+++ DATA IN THIS EXERCISE

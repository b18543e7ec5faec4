"""Where in a sheet's bytes a mark goes: among cells, among rows, and among what stands behind the rows."""

import re

import pytest

from instruments.workbook.annotate.sheet import Frame, cell_edits, frame_of, legacy_drawing, parsed_frame
from instruments.workbook.annotate.splice import spliced
from instruments.workbook.plain import BrokenXml
from instruments.workbook.sheet_look import NotPlain
from tests.instruments.workbook.annotate.shapes import ORDER, parsed
from tests.instruments.workbook.packages import KINDS, MAIN, STRICT, worksheet

MORE = "http://schemas.openxmlformats.org/markup-compatibility/2006"
X14AC = "http://schemas.microsoft.com/office/spreadsheetml/2009/9/ac"


def as_excel_writes(rows: str) -> str:
    return (
        '<?xml version="1.0" encoding="UTF-8" standalone="yes"?>\r\n'
        f'<worksheet xmlns="{MAIN}" xmlns:r="{KINDS}" xmlns:mc="{MORE}" mc:Ignorable="x14ac" xmlns:x14ac="{X14AC}">'
        f'<sheetFormatPr defaultRowHeight="15" x14ac:dyDescent="0.25"/><sheetData>{rows}</sheetData></worksheet>'
    )


def frame(sheet: str) -> Frame:
    return frame_of(lambda: (sheet.encode(),), lambda: sheet.encode())


def marked(sheet: str, wanted: dict[int, list[int]]) -> str:
    """The sheet with each cell's style s made 100 + s."""
    found = frame(sheet)
    edits = cell_edits(found, (sheet.encode(),), wanted, lambda row, column, style: 100 + style)
    return b"".join(spliced((sheet.encode(),), edits)).decode()


def rows_of(sheet: str) -> str:
    found = re.search("<sheetData>(.*)</sheetData>", sheet, re.DOTALL)
    assert found is not None
    return found[1]


SHARED = '<row r="1"><c r="A1"><f t="shared" ref="A1:A2" si="0">B1</f><v>1</v></c></row><row r="2"><c r="A2"{}>{}'
OF_IT = '<f t="shared" si="0"/><v>2</v></c></row>'
CELLS = [
    (
        '<row r="1"><c r="A1"><v>1</v></c></row>',
        {0: [0]},
        '<row r="1"><c r="A1" s="100"><v>1</v></c></row>',
    ),
    (
        '<row r="1"><c r="A1" s="7"/></row>',
        {0: [0]},
        '<row r="1"><c r="A1" s="107"/></row>',
    ),
    (
        '<row r="1"><c r="A1" s="7" t="s"><v>0</v></c></row>',
        {0: [0]},
        '<row r="1"><c r="A1" s="107" t="s"><v>0</v></c></row>',
    ),
    (
        '<row r="1"><c r="A1" t="s" s="7" cm="1"><v>0</v></c></row>',
        {0: [0]},
        '<row r="1"><c r="A1" t="s" s="107" cm="1"><v>0</v></c></row>',
    ),
    (
        '<row r="1"><c r="B1"/></row>',
        {0: [0, 2]},
        '<row r="1"><c r="A1" s="100"/><c r="B1"/><c r="C1" s="100"/></row>',
    ),
    (
        '<row r="1" x14ac:dyDescent="0.25"/>',
        {0: [26]},
        '<row r="1" x14ac:dyDescent="0.25"><c r="AA1" s="100"/></row>',
    ),
    (
        '<row r="1" s="5"/>',
        {0: [0]},
        '<row r="1" s="5"><c r="A1" s="100"/></row>',
    ),
    (
        '<row r="1" s="5" customFormat="1"/>',
        {0: [0]},
        '<row r="1" s="5" customFormat="1"><c r="A1" s="105"/></row>',
    ),
    (
        '<row r="1" s="5" customFormat="1"><c r="A1"/></row>',
        {0: [0]},
        '<row r="1" s="5" customFormat="1"><c r="A1" s="100"/></row>',
    ),
    (
        '<row r="1" spans="2:3"><c r="B1"/></row>',
        {0: [1, 2]},
        '<row r="1" spans="2:3"><c r="B1" s="100"/><c r="C1" s="100"/></row>',
    ),
    (
        '<row r="1" spans="2:3"><c r="B1"/></row>',
        {0: [0, 3]},
        '<row r="1" spans="1:4"><c r="A1" s="100"/><c r="B1"/><c r="D1" s="100"/></row>',
    ),
    (
        '<row r="1" spans="2:3"/>',
        {0: [5]},
        '<row r="1" spans="2:6"><c r="F1" s="100"/></row>',
    ),
    (
        '<row r="3"/>',
        {1: [0], 4: [1]},
        '<row r="2"><c r="A2" s="100"/></row><row r="3"/><row r="5"><c r="B5" s="100"/></row>',
    ),
    (
        "",
        {2: [1]},
        '<row r="3"><c r="B3" s="100"/></row>',
    ),
    (
        SHARED.format("", OF_IT),
        {1: [0]},
        SHARED.format(' s="100"', OF_IT),
    ),
    (
        '<row r="1"><c r="A1"/></row>',
        {},
        '<row r="1"><c r="A1"/></row>',
    ),
]


@pytest.mark.parametrize(("rows", "wanted", "after"), CELLS)
def test_cells(rows: str, wanted: dict[int, list[int]], after: str) -> None:
    sheet = as_excel_writes(rows)
    assert marked(sheet, wanted) == as_excel_writes(after)
    edits = cell_edits(parsed_frame(sheet.encode()), (sheet.encode(),), wanted, lambda row, column, style: 100 + style)
    assert b"".join(spliced((sheet.encode(),), edits)).decode() == as_excel_writes(after)


def test_a_blank_cell_has_the_look_of_its_column() -> None:
    columns = '<cols><col min="2" max="3" style="4"/><col min="5" max="5" width="9"/></cols>'
    sheet = worksheet('<row r="1"/>', before=columns)
    assert rows_of(marked(sheet, {0: [0, 1, 2, 4], 1: [2]})) == (
        '<row r="1"><c r="A1" s="100"/><c r="B1" s="104"/><c r="C1" s="104"/><c r="E1" s="100"/></row>'
        '<row r="2"><c r="C2" s="104"/></row>'
    )


@pytest.mark.parametrize(
    "rows",
    [
        '<row r="1"><c s="1" r="A1"/></row>',
        '<row r="1"><c r="A2"/></row>',
        "<row r='1'/>",
        '<row r="1"><!-- <c r="A1"/> --></row>',
        '<row r="1"><c r="A1"/>',
    ],
)
def test_what_the_pattern_does_not_know_is_left_to_the_parser(rows: str) -> None:
    with pytest.raises(NotPlain):
        marked(worksheet(rows), {0: [0, 1]})


@pytest.mark.parametrize(
    "rows", ['<row r="0"/>', '<row r="1048577"/>', '<row r="1"><c r="A2"/></row>', '<row r="1"><c r="7"/></row>']
)
def test_what_no_sheet_has_is_refused(rows: str) -> None:
    sheet = worksheet(rows).encode()
    with pytest.raises(BrokenXml):
        cell_edits(parsed_frame(sheet), (sheet,), {0: [0]}, lambda row, column, style: 1)


def test_merged_cells_are_seen_as_the_first_of_them() -> None:
    ranges = "".join(f'<mergeCell ref="{each}"/>' for each in ("B2:C5", "E1:E2", "nonsense", "G9:F8"))
    found = frame(worksheet('<row r="1"/>', after=f"<mergeCells>{ranges}</mergeCells>"))
    places = [(0, 0), (1, 1), (4, 2), (5, 2), (1, 4), (8, 5)]
    assert found.anchors(places) == {(1, 1): (1, 1), (4, 2): (1, 1), (1, 4): (0, 4)}


BEHIND = {
    "oleObjects": "<oleObjects/>",
    "tableParts": "<tableParts/>",
    "extLst": "<extLst/>",
    "legacyDrawingHF": '<legacyDrawingHF r:id="rId9"/>',
    "picture": '<picture r:id="rId9"/>',
    "controls": '<mc:AlternateContent><mc:Choice Requires="x14"><controls/></mc:Choice></mc:AlternateContent>',
}
BEFORE = "<sheetProtection/><mergeCells/><dataValidations/><pageMargins/><drawing r:id='rId1'/>"


@pytest.mark.parametrize("sheet", [worksheet('<row r="1"/>', after=BEFORE), worksheet("", after=BEFORE), worksheet("")])
def test_boxes_stand_last_where_nothing_stands_behind(sheet: str) -> None:
    assert placed(sheet) == sheet.replace("</worksheet>", "|</worksheet>")


@pytest.mark.parametrize("behind", BEHIND)
@pytest.mark.parametrize("fast", [True, False])
def test_boxes_have_their_place(behind: str, *, fast: bool) -> None:
    before = '<mc:AlternateContent><mc:Choice Requires="x"><sheetPr/></mc:Choice></mc:AlternateContent>'
    sheet = worksheet('<row r="1"/>', before=before, after=BEFORE + BEHIND[behind]).replace(
        "<worksheet ", '<worksheet xmlns:mc="' + MORE + '" ', 1
    )
    assert placed(sheet, fast=fast) == sheet.replace(BEHIND[behind], f"|{BEHIND[behind]}")


def placed(sheet: str, *, fast: bool = True) -> str:
    """The sheet with a bar where its boxes are put."""
    found = frame(sheet) if fast else parsed_frame(sheet.encode())
    assert found.plain is fast
    edit = legacy_drawing(found, "rId5", KINDS)
    made = b"".join(spliced((sheet.encode(),), [edit])).decode()
    parsed(made)
    tag = f'<legacyDrawing xmlns:r="{KINDS}" r:id="rId5"/>'
    assert made.count(tag) == 1
    return made.replace(tag, "|")


def test_the_order_is_known() -> None:
    assert ORDER.index("drawing") < ORDER.index("legacyDrawing") < ORDER.index("legacyDrawingHF")


def test_what_stands_around_the_rows() -> None:
    before = (
        '<sheetFormatPr defaultRowHeight="30" defaultColWidth="10"/><cols><col min="2" max="3" width="20"/>'
        '<col min="4" max="4" hidden="1"/></cols>'
    )
    sheet = worksheet(
        '<row r="2" ht="60"/><row r="3" hidden="1" ht="15"/>', before=before, after='<legacyDrawing r:id="rId3"/>'
    )
    found = frame(sheet)
    cell_edits(found, (sheet.encode(),), {8: [0]}, lambda row, column, style: 1)
    assert (found.strict, found.drawing) == (False, "rId3")
    assert [found.grid.width(column) for column in range(5)] == [70, 140, 140, 0, 70]
    assert [found.grid.height(row) for row in range(4)] == [40, 80, 0, 40]
    assert frame(worksheet("").replace(MAIN, STRICT)).strict
    assert frame(worksheet("")).drawing is None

++++++

ASSIGNED TASK: Please find all lines of the entries that hold the string "customFormat" and copy them.

REPLY:
        '<row r="1" s="5" customFormat="1"/>',
        '<row r="1" s="5" customFormat="1"><c r="A1" s="105"/></row>',
        '<row r="1" s="5" customFormat="1"><c r="A1"/></row>',
        '<row r="1" s="5" customFormat="1"><c r="A1" s="100"/></row>',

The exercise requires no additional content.